What 13 Million Reddit Connections Can Teach Us About Serendipity and Growth
A 2022 study I wish I’d found sooner shows how the diversity and depth of our networks - not their size - shape prosperity and innovation.
Every so often, you stumble on a piece of research that makes you think, “I wish I’d found this sooner.”
For me, that moment came recently when I discovered a 2022 paper by Luca Maria Aiello, Sagar Joglekar, and Daniele Quercia in Scientific Reports. It’s one of those rare studies that doesn’t just confirm a long-held intuition - it measures it.
What made me smile was discovering that I even share several connections with the authors - a reminder that we all live inside the very networks we study.
Their work analysed more than 13 million connections between people on Reddit, across all fifty US states, to see how patterns of social interaction related to regional economic development. What they found was both elegant and profound. It wasn’t the number of connections that mattered most, nor how frequently people interacted. Instead, it was the diversity and quality of those ties - what they call multidimensional tie strength - that best predicted prosperity.
In regions where online relationships combined strong local support with broad, knowledge-sharing bridges to other communities, economic performance was markedly higher. Where ties were either too inward-looking or too diffuse, the opposite was true.
At one level, this might seem obvious: we all benefit from being part of a supportive local network while also having access to new ideas from further afield. Yet this study gives that intuition mathematical weight. The researchers modelled ten psychological dimensions of relationships - from trust and emotional closeness to information exchange - and found that when considered together, they explained twice as much of the variation in economic outcomes as simple measures of contact frequency. In other words, relationships are not one-dimensional pipes; they are rich, layered systems through which knowledge, confidence, and opportunity circulate.
I wish I’d known about this when writing Serendipity: It Doesn’t Happen by Accident, because it provides striking empirical support for one of the book’s central arguments: that innovation and progress depend on networks that blend difference and trust - what I’ve called “structured serendipity.” Serendipity doesn’t emerge from chaos alone, nor from rigid hierarchy. It thrives at the boundary between the two - what Stuart Kauffman described as the edge of chaos - where ideas can collide, combine, and evolve within a framework that still holds them together.
Aiello and his colleagues’ findings illustrate this perfectly. The regions that prosper most are those that manage to be locally cohesive but globally connected. They are the social equivalent of Building 20 at MIT, where physicists, linguists, and radar engineers collided in corridors and invented entire disciplines. They are what Birmingham’s Lunar Society achieved in the eighteenth century - an ecosystem of close collaboration and wide curiosity. And they are what I’ve seen time and again in the Cambridge cluster: networks that are open enough to let new ideas in, but grounded enough to turn them into reality.
What makes this study particularly interesting is its method.
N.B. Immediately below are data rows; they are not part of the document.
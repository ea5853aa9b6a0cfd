#include "read/scan.h"

#include <string.h>

#include "read/bytes.h"
#include "read/cursor.h"
#include "read/suggest.h"

enum { MOST_PROBLEMS = 20, SHOWN = 60 };

/* What follows a problem is found again in one of two ways: the function that noted it knows
 * where the next item starts (resumed), or the rest of the line is passed over. */
typedef struct {
	bh_cursor k;
	size_t ids, keys; /* so far                                */
	bh_arena *arena;
	size_t before; /* problems of other files               */
	bool spoiled;  /* a value was read that cannot be used  */
	bool resumed;
	bool lost;
} scanner;

static char now(const scanner *c)
{
	return bh_cursor_now(&c->k);
}

static bh_place here(const scanner *c)
{
	return bh_cursor_place(&c->k);
}

static void skip(scanner *c)
{
	bh_cursor_skip(&c->k);
}

static bool at_item(const scanner *c)
{
	return bh_cursor_at_item(&c->k, c->k.at);
}

static char *take(scanner *c, size_t from, size_t to)
{
	char *text = bh_new(c->arena, char, to - from + 1);

	if (!text) {
		c->lost = true;
		return NULL;
	}
	memcpy(text, c->k.s + from, to - from);
	return text;
}

static bool quoted(scanner *c, bh_scan_value *value)
{
	size_t from = c->k.at;
	bool closed;

	value->quote = now(c);
	c->k.at = bh_cursor_quoted_end(&c->k, from, &closed);
	if (!closed) { /* braces of this line: inside the text or not? */
		c->k.torn = c->k.torn || memchr(c->k.s + from, '{', c->k.at - from) ||
			    memchr(c->k.s + from, '}', c->k.at - from);
		return bh_problem(
			c->k.problems, value->place,
			"this text is not closed before the line ends\nclose it "
			"with %c",
			value->quote);
	}
	value->text = take(c, from + 1, c->k.at - 1);
	return value->text != NULL;
}

/* What the parser would replace: environment, and escapes other than of quote and backslash,
 * which could smuggle in control characters. */
static void look_into(scanner *c, const bh_scan_value *value)
{
	const char *text = value->text;

	if (strstr(text, "${")) {
		c->spoiled = true;
		bh_problem(c->k.problems, value->place,
			   "\"${\" is not allowed in a value\nwrite the value itself");
	}
	for (size_t i = 0; text[i]; i++) {
		if (text[i] != '\\')
			continue;
		if (value->quote &&
		    (text[i + 1] == value->quote || text[i + 1] == '\\')) {
			i++;
			continue;
		}
		c->spoiled = true;
		bh_problem(
			c->k.problems, value->place,
			"a lone backslash is not allowed in a value\nin quotes \\\\ is a "
			"backslash and \\\" a quote; other characters stand for "
			"themselves");
		return;
	}
}

static bool value_at(scanner *c, bh_scan_value *value)
{
	size_t from = c->k.at;

	*value = (bh_scan_value){ .place = here(c) };
	if (bh_cursor_is_quote(now(c))) {
		if (!quoted(c, value))
			return false;
	} else {
		c->k.at = bh_cursor_bare_end(&c->k, from);
		if (c->k.at == from)
			return bh_problem(
				c->k.problems, value->place,
				"a value is missing here\nlike 12.5, \"text\" or "
				"{1, 2}");
		value->text = take(c, from, c->k.at);
		if (!value->text)
			return false;
	}
	look_into(c, value);
	return true;
}

/* One more of something that a file holds too many of: read no further. */
static bool too_many(scanner *c, bh_place place, const char *what, int most)
{
	c->k.at = c->k.n;
	c->k.torn = true;
	return bh_problem(c->k.problems, place, "more than %d %s\nallowed: %d", most,
			  what, most);
}

static bool add_value(scanner *c, bh_scan_key *key, bh_scan_value value)
{
	bh_scan_value *grown;

	if (key->count == BH_VALUES_MOST)
		return too_many(c, value.place, "values in a list", BH_VALUES_MOST);
	if ((key->count & (key->count - 1)) == 0) { /* room doubles at powers of two */
		grown = bh_grow(c->arena, key->values, bh_scan_value, key->count,
				key->count ? 2 * key->count : 1);
		if (!grown) {
			c->lost = true;
			return false;
		}
		key->values = grown;
	}
	key->values[key->count++] = value;
	return true;
}

/* Pass over an item: to the end of its line, or before the } of its section; a section that
 * opens on the line is passed over whole. */
static void recover(scanner *c)
{
	size_t inner = 0;

	while (c->k.at < c->k.n) {
		if (inner == 0 && (now(c) == '\n' || now(c) == '}'))
			return;
		bh_cursor_pass(&c->k, &inner);
	}
	c->k.torn = c->k.torn || inner > 0;
}

/* After a problem in a list: behind its }, or where the next item starts. */
static bool leave_list(scanner *c)
{
	size_t inner = 1;

	c->resumed = true;
	while (c->k.at < c->k.n && inner > 0) {
		bool new_line = now(c) == '\n';

		if (new_line)
			skip(c);
		if (new_line && at_item(c))
			return false;
		/* a } on a later line: of this list, or of its section? */
		c->k.torn = c->k.torn || (new_line && now(c) == '}');
		if (c->k.at < c->k.n)
			bh_cursor_pass(&c->k, &inner);
	}
	c->k.torn = c->k.torn || inner > 0;
	return false;
}

static bool list_open(scanner *c, bh_place open)
{
	c->resumed = true;
	c->k.torn = c->k.torn || c->k.at >= c->k.n;
	return bh_problem(c->k.problems, open,
			  "this list is never closed\nclose it with }");
}

static bool list(scanner *c, bh_scan_key *key)
{
	bh_place open = here(c);

	key->list = true;
	for (;;) {
		bh_scan_value value;

		c->k.at++; /* the { or a comma */
		skip(c);
		if (now(c) == '}' && key->count == 0) {
			c->k.at++;
			c->resumed = true;
			return bh_problem(c->k.problems, open,
					  "\"%.*s\" has an empty list\ngive at least one "
					  "value",
					  bh_suggest_cut(key->name, SHOWN), key->name);
		}
		if (c->k.at >= c->k.n || at_item(c))
			return list_open(c, open);
		if (!value_at(c, &value))
			return leave_list(c);
		if (!add_value(c, key, value))
			return false;
		skip(c);
		if (now(c) == '}') {
			c->k.at++;
			return true;
		}
		if (c->k.at >= c->k.n || at_item(c))
			return list_open(c, open);
		if (now(c) == ',')
			continue;
		bh_problem(c->k.problems, here(c),
			   "a comma is missing in the list of \"%.*s\"\nlike {1, 2, 3}",
			   bh_suggest_cut(key->name, SHOWN), key->name);
		return leave_list(c);
	}
}

static bool add_key(scanner *c, bh_scan_section *section, bh_scan_key key)
{
	for (size_t i = 0; i < section->key_count; i++)
		if (strcmp(section->keys[i].name, key.name) == 0) {
			key.bad = true;
			bh_problem(
				c->k.problems, key.place,
				"\"%.*s\" is given twice\nit stands in line %d already",
				bh_suggest_cut(key.name, SHOWN), key.name,
				section->keys[i].place.line);
			break;
		}
	if (++c->keys > BH_KEYS_MOST)
		return too_many(c, key.place, "keys in a file", BH_KEYS_MOST);
	if (section->key_count == section->key_room) {
		size_t more = section->key_room ? 2 * section->key_room : 8;
		bh_scan_key *grown = bh_grow(c->arena, section->keys, bh_scan_key,
					     section->key_room, more);

		if (!grown) {
			c->lost = true;
			return false;
		}
		section->keys = grown;
		section->key_room = more;
	}
	section->keys[section->key_count++] = key;
	return true;
}

static bool assignment(scanner *c, bh_scan_section *section, bh_scan_key key)
{
	bh_scan_value value;
	char after;

	c->k.at++;
	c->spoiled = false;
	skip(c);
	after = now(c);
	if (after == '\0' || after == '}' || at_item(c)) {
		c->resumed = true;
		return bh_problem(c->k.problems, key.place,
				  "\"%.*s\" has no value: a value is missing behind the "
				  "=\nlike 12.5, \"text\" or {1, 2}",
				  bh_suggest_cut(key.name, SHOWN), key.name);
	}
	if (after == '{') {
		if (!list(c, &key))
			return false;
	} else if (!value_at(c, &value) || !add_value(c, &key, value)) {
		return false;
	}
	key.bad = c->spoiled;
	return add_key(c, section, key);
}

static void items(scanner *c, bh_scan_section *section, int depth);

static bh_scan_section *add_section(scanner *c, bh_scan_section *parent)
{
	bh_scan_section *made = bh_new(c->arena, bh_scan_section, 1);

	if (made && parent->section_count == parent->section_room) {
		size_t more = parent->section_room ? 2 * parent->section_room : 4;
		bh_scan_section **grown =
			bh_grow(c->arena, parent->sections, bh_scan_section *,
				parent->section_room, more);

		if (!grown)
			made = NULL;
		else {
			parent->sections = grown;
			parent->section_room = more;
		}
	}
	if (!made) {
		c->lost = true;
		return NULL;
	}
	parent->sections[parent->section_count++] = made;
	made->id = ++c->ids;
	return made;
}

/* The { of a section whose head holds something else; false: it does not follow. */
static bool to_brace(scanner *c, const char *name, bh_place place)
{
	int width = bh_suggest_cut(name, SHOWN);
	size_t inner = 0;

	c->resumed = now(c) == '}' || at_item(c);
	bh_problem(c->k.problems, c->resumed || c->k.line != place.line ? place : here(c),
		   "\"%.*s\" needs = and a value, or a section in { }\nlike %.*s = 1, or "
		   "%.*s \"name\" { ... }",
		   width, name, width, name, width, name);
	while (!c->resumed && c->k.at < c->k.n && !strchr("\n{}=", now(c)))
		bh_cursor_pass(&c->k, &inner);
	return now(c) == '{';
}

/* The name in quotes before the {. */
static bool title_at(scanner *c, bh_scan_section *made)
{
	bh_scan_value title;

	if (!value_at(c, &title))
		return false;
	made->title = title.text;
	made->title_place = title.place;
	if (!c->spoiled && strchr(title.text, '\\'))
		bh_problem(c->k.problems, title.place,
			   "a backslash is not allowed in a name\nchoose another name");
	skip(c);
	return true;
}

/* `name {` or `name "title" {`: the title gives way to the id in the parser's copy. */
static bool section_at(scanner *c, bh_scan_section *parent, const char *name,
		       bh_place place, int depth)
{
	bh_scan_section *made;

	if (c->ids == BH_SECTIONS_MOST)
		return too_many(c, place, "sections in a file", BH_SECTIONS_MOST);
	made = add_section(c, parent);
	if (!made)
		return false;
	made->name = name;
	made->place = place;
	c->spoiled = false;
	made->bad = true; /* until its head is known to be good */
	if (now(c) != '{' && !title_at(c, made))
		return false;
	if (now(c) != '{' && !to_brace(c, name, place)) {
		c->k.torn = true;
		return false;
	}
	if (depth == BH_DEPTH_MOST)
		return bh_problem(c->k.problems, here(c),
				  "sections stand too deep in each other\nallowed: %d",
				  BH_DEPTH_MOST);
	made->bad = false;
	c->k.at++;
	items(c, made, depth + 1);
	if (now(c) == '}') {
		c->k.at++;
		return true;
	}
	if (!c->k.torn)
		bh_problem(c->k.problems, place,
			   "the section \"%.*s\" that starts here is never closed\nclose "
			   "it with }",
			   bh_suggest_cut(name, SHOWN), name);
	c->k.torn = true;
	return false;
}

/* A name that nothing good follows. */
static bool lonely(scanner *c, bh_scan_section *section, const char *name, bh_place place,
		   int depth)
{
	int width = bh_suggest_cut(name, SHOWN);
	size_t end = bh_cursor_bare_end(&c->k, c->k.at);

	if (end == c->k.at ||
	    bh_cursor_char(&c->k, bh_cursor_blanks_end(&c->k, end)) != '{')
		return bh_problem(
			c->k.problems, place,
			"\"%.*s\" is followed by neither = nor {\nlike %.*s = 1", width,
			name, width, name);
	bh_problem(
		c->k.problems, here(c),
		"the name of this \"%.*s\" is not in quotes\nlike %.*s \"name\" { ... }",
		width, name, width, name);
	return section_at(c, section, name, place, depth);
}

static bool item(scanner *c, bh_scan_section *section, int depth)
{
	bh_place place = here(c);
	size_t end = bh_cursor_bare_end(&c->k, c->k.at);
	char *name;

	if (end == c->k.at)
		return bh_problem(c->k.problems, place, "a %c has no place here\n%s",
				  now(c),
				  now(c) == ',' ? "a list stands in braces: {1, 2}"
						: "a key, a section or } may follow");
	name = take(c, c->k.at, end);
	if (!name)
		return false;
	c->k.at = end;
	skip(c);
	if (now(c) == '=' && name[strlen(name) - 1] == '+')
		name = NULL;
	if (!name || (now(c) == '+' && bh_cursor_char(&c->k, c->k.at + 1) == '='))
		return bh_problem(c->k.problems, place,
				  "\"+=\" is not allowed\nwrite = and the whole list");
	if (now(c) == '=')
		return assignment(c, section,
				  (bh_scan_key){ .name = name, .place = place });
	if (now(c) == '{' || bh_cursor_is_quote(now(c)))
		return section_at(c, section, name, place, depth);
	return lonely(c, section, name, place, depth);
}

static void items(scanner *c, bh_scan_section *section, int depth)
{
	for (;;) {
		if (c->k.problems->count - c->before >= MOST_PROBLEMS &&
		    c->k.at < c->k.n) {
			c->k.torn = true;
			c->k.at = c->k.n;
		}
		skip(c);
		if (c->lost || c->k.at >= c->k.n || (now(c) == '}' && depth > 0))
			return;
		if (now(c) == '}') {
			if (!c->k.torn)
				bh_problem(
					c->k.problems, here(c),
					"this } closes nothing\ntake it out, or open a "
					"section with {");
			c->k.torn = true;
			c->k.at++;
			continue;
		}
		if (item(c, section, depth))
			continue;
		section->lacks = section->faulty = true;
		if (!c->resumed)
			recover(c);
		c->resumed = false;
	}
}

bool bh_scan(bh_scan_section **root, bh_arena *arena, const char *file, const char *bytes,
	     size_t length, bh_problems *problems)
{
	scanner c = { .k = { .file = file, .line = 1, .problems = problems },
		      .arena = arena,
		      .before = problems->count };
	size_t mark = length >= 3 && memcmp(bytes, "\xEF\xBB\xBF", 3) == 0 ? 3 : 0;
	char *copy = bh_new(arena, char, length + 1);

	*root = bh_new(arena, bh_scan_section, 1);
	if (!*root || !copy) {
		problems->lost = true;
		return false;
	}
	memcpy(copy, bytes + mark, length - mark);
	(*root)->name = "";
	(*root)->place = (bh_place){ file, 1, 1 };
	c.k.s = copy;
	c.k.n = length - mark;
	if (bh_bytes_clean(copy, c.k.n, file, problems))
		items(&c, *root, 0);
	else
		c.k.torn = true;
	(*root)->torn = c.k.torn;
	if (c.lost)
		problems->lost = true;
	return problems->count == c.before && !problems->lost;
}

/* Quotes as written: the parser resolves escapes inside double ones only. */
static void write_value(bh_text *text, const bh_scan_value *value)
{
	char quote = value->quote ? value->quote : '\'';

	bh_text_format(text, "%c%s%c", quote, value->text, quote);
}

void bh_scan_write(bh_text *text, const bh_scan_section *section)
{
	for (size_t i = 0; i < section->key_count; i++) {
		const bh_scan_key *key = &section->keys[i];

		if (key->bad)
			continue;
		bh_text_format(text, "%s = %s", key->name, key->list ? "{" : "");
		for (size_t k = 0; k < key->count; k++) {
			bh_text_add(text, k ? ", " : "");
			write_value(text, &key->values[k]);
		}
		bh_text_add(text, key->list ? "}\n" : "\n");
	}
	for (size_t i = 0; i < section->section_count; i++) {
		const bh_scan_section *sub = section->sections[i];

		if (sub->bad)
			continue;
		bh_text_add(text, sub->name);
		if (sub->title)
			bh_text_format(text, " \"%zu\"", sub->id);
		bh_text_add(text, " {\n");
		bh_scan_write(text, sub);
		bh_text_add(text, "}\n");
	}
}
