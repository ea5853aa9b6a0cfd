#ifndef READ_PRESET_H
#define READ_PRESET_H

#include <stdbool.h>
#include <stddef.h>

#include "base/arena.h"
#include "base/err.h"
#include "base/text.h"
#include "model/instrument.h"

typedef struct {
	const char *name; /* "strip-200"             */
	const char *path;
	const char *title; /* the file's own title    */
} bh_preset;

/* Every *.conf of the folders, by name, the first folder that has a name wins.
 *   false  memory is out (a folder that is not there is skipped) */
bool bh_preset_list(bh_preset **presets, size_t *count, bh_arena *arena,
		    const char *const *dirs, size_t dir_count, bh_err *err);

/* The path of an instrument: a preset's name, or a path (it has a '/' or ends in .conf).
 *   false  nothing found: BH_BAD_INPUT, hint names the nearest presets */
bool bh_preset_find(const char **path, bh_arena *arena, const char *name_or_path,
		    const char *const *dirs, size_t dir_count, bh_err *err);

/* Read and check an instrument file.
 *   false  problems filled */
bool bh_instrument_read(bh_instrument **instrument, bh_arena *arena, const char *name,
			const char *path, bh_problems *problems);

#endif
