#include "read/crystal.h"

#include <stdio.h>
#include <string.h>

#include "physics/operations.h"
#include "physics/symmetry.h"

enum { OPS_MOST = 1000 };

static const char operation_names[] =
	"_symmetry_equiv_pos_as_xyz _space_group_symop_operation_xyz";
static const char hall_names[] =
	"_symmetry_space_group_name_hall _space_group_name_hall";
static const char symbol_names[] =
	"_symmetry_space_group_name_h-m _space_group_name_h-m_alt "
	"_space_group_name_h-m_ref _space_group_name_h-m_full";
static const char number_names[] = "_symmetry_int_tables_number _space_group_it_number";
/* What only a description in more dimensions, or of moments, gives. */
static const char magnetic_names[] =
	"_space_group_symop_magn_operation_xyz _space_group_magn_name_bns "
	"_space_group_symop_magn_ssg_operation_algebraic "
	"_space_group_symop_magn_ssg_operation_xyz";
static const char modulated_names[] = "_space_group_symop_ssg_operation_algebraic";

/* The listed operations as a group without name. *there: there is a list. */
static bool read_operations(bh_crystal *c, bh_space_group *group, bool *there)
{
	const bh_cif_item *item = bh_cif_find(c->block, operation_names);
	bh_err err = { BH_OK, 0, 0, "", "", "" };
	bh_symop *ops;
	size_t repeated;

	*there = item && !(item->count == 1 && bh_cif_is_unknown(&item->values[0]));
	if (!*there)
		return true;
	if (item->count > OPS_MOST)
		return bh_problem(c->problems, bh_crystal_place(c, item),
				  "%zu operations are listed\nno group in three dimensions "
				  "has more than 192",
				  item->count);
	ops = bh_new(c->arena, bh_symop, item->count);
	if (!ops) {
		c->problems->lost = true;
		return false;
	}
	for (size_t i = 0; i < item->count; i++) {
		const bh_cif_value *value = &item->values[i];

		if (!bh_operations_read(&ops[i], value->text, value->length, &err))
			return bh_problem(c->problems, bh_cif_place(c->cif, value),
					  "%s\n%s", err.what, err.hint);
	}
	if (!bh_operations_group(group, &repeated, c->arena, ops, item->count, &err)) {
		c->problems->lost = c->problems->lost || err.code == BH_BAD_SYSTEM;
		return bh_problem(c->problems, bh_crystal_place(c, item), "%s\n%s",
				  err.what, err.hint);
	}
	if (repeated)
		bh_crystal_remark(c, BH_NOTE, bh_crystal_place(c, item),
				  "%zu of the %zu listed operations repeat others, whole "
				  "cells apart; what is left: %zu",
				  repeated, item->count, group->op_count);
	return true;
}

/* A symbol without what some files put behind it in braces. */
static void symbol_text(char *to, size_t room, const bh_cif_value *value)
{
	bh_cif_text(to, room, value);
	to[strcspn(to, "{")] = '\0';
}

/* The group that one of the names gives. false: not there, or not known (then *unknown). */
static bool find(bh_crystal *c, bh_space_group *group, const char *names,
		 const bh_cif_value **said, bool *open)
{
	const bh_cif_value *value = bh_crystal_value(c, names);
	bh_err err = { BH_OK, 0, 0, "", "", "" };
	char text[80];

	if (!value)
		return false;
	symbol_text(text, sizeof text, value);
	*said = value;
	return bh_symmetry_find_for_cell(
		group, open, c->arena, &(bh_symmetry_asked){ text, &c->phase->cell }, &err);
}

/* What the file says besides its list: names when they agree, remarks when they do not. */
static bool name_listed(bh_crystal *c, bh_space_group *group)
{
	static const char *const names[] = { hall_names, symbol_names, number_names };
	const bh_cif_item *list = bh_cif_find(c->block, operation_names);
	bool named = false;

	for (int i = 0; i < 3 && !named; i++) {
		const bh_cif_value *value;
		bh_space_group other;
		bool open;

		if (find(c, &other, names[i], &value, &open) &&
		    bh_operations_equal(group, &other)) {
			other.ops = group->ops;
			other.op_count = group->op_count;
			*group = other;
			named = true;
		}
	}
	if (!named && !bh_symmetry_name(group, &c->phase->cell))
		return bh_problem(c->problems, bh_crystal_place(c, list),
				  "the %zu listed operations are no space group of this "
				  "cell\ncheck the list, or take it out and give the symbol",
				  group->op_count);
	return true;
}

static void remark_names(bh_crystal *c, const bh_space_group *group)
{
	static const char *const names[] = { hall_names, symbol_names, number_names };

	for (int i = 0; i < 3; i++) {
		const bh_cif_value *value = NULL;
		bh_space_group other;
		char text[48];
		bool open;

		if (!find(c, &other, names[i], &value, &open) ||
		    other.number == group->number)
			continue;
		symbol_text(text, sizeof text, value);
		bh_crystal_remark(c, BH_CAUTION, bh_cif_place(c->cif, value),
				  "the file says \"%s\", but the list of operations "
				  "(%zu) is %s, number %d: the list is used\ncompare "
				  "with the source of the file; take out what is wrong",
				  text, group->op_count, group->symbol, group->number);
		return;
	}
	if (group->hall_number == 0 && group->number > 2)
		bh_crystal_remark(c, BH_NOTE,
				  bh_crystal_place(c,
						   bh_cif_find(c->block, operation_names)),
				  "the listed operations are %s in a setting or with an "
				  "origin that no table has: they are used as listed",
				  group->symbol);
}

static bool no_symmetry(bh_crystal *c)
{
	bool magnetic = bh_cif_find(c->block, magnetic_names);
	const char *what = magnetic ? "the file gives magnetic symmetry only" :
			   bh_cif_find(c->block, modulated_names)
				    ? "the file gives symmetry in more than three dimensions "
				      "only"
				    : "the file does not say the symmetry";

	return bh_problem(c->problems, bh_crystal_place(c, NULL),
			  "%s\nadd _space_group_name_H-M_alt 'P n m a', or the list "
			  "_space_group_symop_operation_xyz",
			  what);
}

/* A symbol that leaves the origin open: both groups are kept until the sites are known. */
static void keep_second(bh_crystal *c, const bh_cif_value *value)
{
	bh_err err = { BH_OK, 0, 0, "", "", "" };
	char text[48], second[52];
	bool open;

	symbol_text(text, sizeof text, value);
	snprintf(second, sizeof second, "%s:2", text);
	if (bh_symmetry_find(&c->second, &open, c->arena, second, &err))
		c->open_origin = value;
}

/* No list: Hall symbol, then Hermann-Mauguin symbol, then number. */
static bool find_group(bh_crystal *c)
{
	static const char *const names[] = { hall_names, symbol_names, number_names };
	const bh_cif_value *bad = NULL;
	bh_err err = { BH_OK, 0, 0, "", "", "" };
	char text[80];

	for (int i = 0; i < 3; i++) {
		const bh_cif_value *value = NULL;
		bool open;

		if (find(c, &c->phase->group, names[i], &value, &open)) {
			if (bad)
				bh_crystal_remark(c, BH_CAUTION,
						  bh_cif_place(c->cif, bad),
						  "this symbol is not known; what else the "
						  "file says, %s, is used",
						  c->phase->group.symbol);
			if (open)
				keep_second(c, value);
			return true;
		}
		bad = value && !bad ? value : bad;
	}
	if (!bad)
		return no_symmetry(c);
	symbol_text(text, sizeof text, bad);
	if (bh_cif_find(c->block, modulated_names))
		return bh_problem(c->problems, bh_cif_place(c->cif, bad),
				  "\"%s\" is a symmetry in more than three dimensions: the "
				  "structure is modulated\nfor its main reflections give the "
				  "group of the mean structure",
				  text);
	bh_symmetry_find(&c->phase->group, &(bool){ false }, c->arena, text, &err);
	return bh_problem(c->problems, bh_cif_place(c->cif, bad), "%s\n%s", err.what,
			  err.hint);
}

bool bh_crystal_group(bh_crystal *c)
{
	const bh_cif_value *modulated =
		bh_crystal_value(c, "_cell_modulation_dimension");
	bool listed;
	double dimensions;

	if (!read_operations(c, &c->phase->group, &listed))
		return false;
	if (listed ? !name_listed(c, &c->phase->group) : !find_group(c))
		return false;
	if (listed)
		remark_names(c, &c->phase->group);
	if (modulated && bh_cif_number(&dimensions, NULL, modulated) && dimensions > 0)
		bh_crystal_remark(c, BH_CAUTION, bh_cif_place(c->cif, modulated),
				  "the structure is modulated: only its main reflections "
				  "are listed, with the mean structure");
	return true;
}
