#include "read/cursor.h"

#include <string.h>

char bh_cursor_char(const bh_cursor *c, size_t i)
{
	return i < c->n ? c->s[i] : '\0';
}

char bh_cursor_now(const bh_cursor *c)
{
	return bh_cursor_char(c, c->at);
}

bh_place bh_cursor_place(const bh_cursor *c)
{
	int col = 1;

	/* columns count characters, not bytes */
	for (size_t i = c->line_start; i < c->at; i++)
		col += ((unsigned char)c->s[i] & 0xC0) != 0x80;
	return (bh_place){ c->file, c->line, col };
}

bool bh_cursor_is_quote(char ch)
{
	return ch == '"' || ch == '\'';
}

static bool opens_comment(const bh_cursor *c, size_t i)
{
	return bh_cursor_char(c, i) == '#' ||
	       (bh_cursor_char(c, i) == '/' &&
		(bh_cursor_char(c, i + 1) == '/' || bh_cursor_char(c, i + 1) == '*'));
}

/* A comment; behind it lies the end of the line, or what follows. */
static void skip_comment(bh_cursor *c)
{
	bh_place place = bh_cursor_place(c);

	if (bh_cursor_char(c, c->at) == '#' || bh_cursor_char(c, c->at + 1) == '/') {
		while (c->at < c->n && c->s[c->at] != '\n')
			c->at++;
		return;
	}
	for (c->at += 2; c->at < c->n; c->at++) {
		if (bh_cursor_now(c) == '*' && bh_cursor_char(c, c->at + 1) == '/') {
			c->at += 2;
			return;
		}
		if (bh_cursor_now(c) == '\n') {
			c->line++;
			c->line_start = c->at + 1;
		}
	}
	c->torn = true;
	bh_problem(c->problems, place, "this comment is never closed\nclose it with */");
}

/* To the next character that is neither blank nor comment, or the end. */
void bh_cursor_skip(bh_cursor *c)
{
	while (c->at < c->n) {
		char ch = bh_cursor_now(c);

		if (opens_comment(c, c->at)) {
			skip_comment(c);
			continue;
		}
		if (ch != ' ' && ch != '\t' && ch != '\r' && ch != '\n')
			return;
		c->at++;
		if (ch == '\n') {
			c->line++;
			c->line_start = c->at;
		}
	}
}

static bool bare_char(char ch)
{
	return (unsigned char)ch > ' ' && !strchr("{}()=,\"'#", ch);
}

/* Where a word without quotes ends. */
size_t bh_cursor_bare_end(const bh_cursor *c, size_t i)
{
	while (i < c->n && bare_char(c->s[i]) && !opens_comment(c, i))
		i++;
	return i;
}

size_t bh_cursor_blanks_end(const bh_cursor *c, size_t i)
{
	while (bh_cursor_char(c, i) == ' ' || bh_cursor_char(c, i) == '\t')
		i++;
	return i;
}

/* Behind a quoted text, or the end of its line; *closed says which. */
size_t bh_cursor_quoted_end(const bh_cursor *c, size_t i, bool *closed)
{
	char quote = c->s[i++];

	while (i < c->n && c->s[i] != quote && c->s[i] != '\n')
		i += c->s[i] == '\\' && i + 1 < c->n && c->s[i + 1] != '\n' ? 2 : 1;
	*closed = bh_cursor_char(c, i) == quote;
	return i + *closed;
}

/* Whether an item starts at i: a name with = or {, or with a title and {. */
bool bh_cursor_at_item(const bh_cursor *c, size_t i)
{
	size_t end = bh_cursor_bare_end(c, i);
	bool closed = true;

	if (!((bh_cursor_char(c, i) | 32) >= 'a' && (bh_cursor_char(c, i) | 32) <= 'z'))
		return false;
	i = bh_cursor_blanks_end(c, end);
	if (bh_cursor_char(c, i) == '=')
		return true;
	if (bh_cursor_is_quote(bh_cursor_char(c, i)))
		i = bh_cursor_blanks_end(c, bh_cursor_quoted_end(c, i, &closed));
	return closed && bh_cursor_char(c, i) == '{';
}

/* One step over something that is not understood; inner counts its open braces. */
void bh_cursor_pass(bh_cursor *c, size_t *inner)
{
	bool closed;

	if (bh_cursor_is_quote(bh_cursor_now(c))) {
		c->at = bh_cursor_quoted_end(c, c->at, &closed);
	} else if (opens_comment(c, c->at)) {
		skip_comment(c);
	} else {
		*inner += bh_cursor_now(c) == '{';
		*inner -= bh_cursor_now(c) == '}';
		if (bh_cursor_now(c) == '\n') {
			c->line++;
			c->line_start = c->at + 1;
		}
		c->at++;
	}
}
By analysing the language of millions of online exchanges, the authors were able to infer how relationships functioned - who provided support, who shared information, who bridged between groups. This kind of data-driven sociology would have been impossible even a decade ago. It suggests we are getting closer to being able to measure something that has always seemed elusive: the conditions that make serendipity possible.
Of course, one should be cautious. Reddit users are not a perfect mirror of society, and correlation is not causation. But the principle stands. Prosperity and innovation depend not just on how connected we are, but on the balance of our connections. Too much bonding without bridging leads to stagnation; too much bridging without trust leads to fragility.
That balance - between strength and openness, between the familiar and the surprising - is what I believe defines truly innovative societies and organisations. It’s why the best ideas rarely emerge from committees or command structures, but from networks of motivated people who bump into each other, share knowledge, and build on one another’s insights.
So while I regret not spotting this paper sooner, I’m also pleased. There’s something rather fitting about discovering it by chance. After all, it’s a small act of serendipity in itself - one that reinforces exactly what the research describes: the power of unexpected connections to change how we see the world.
It’s also a reminder that serendipity doesn’t end when a book is published. It continues through the new ideas, data, and connections that find us afterwards - often when we least expect them.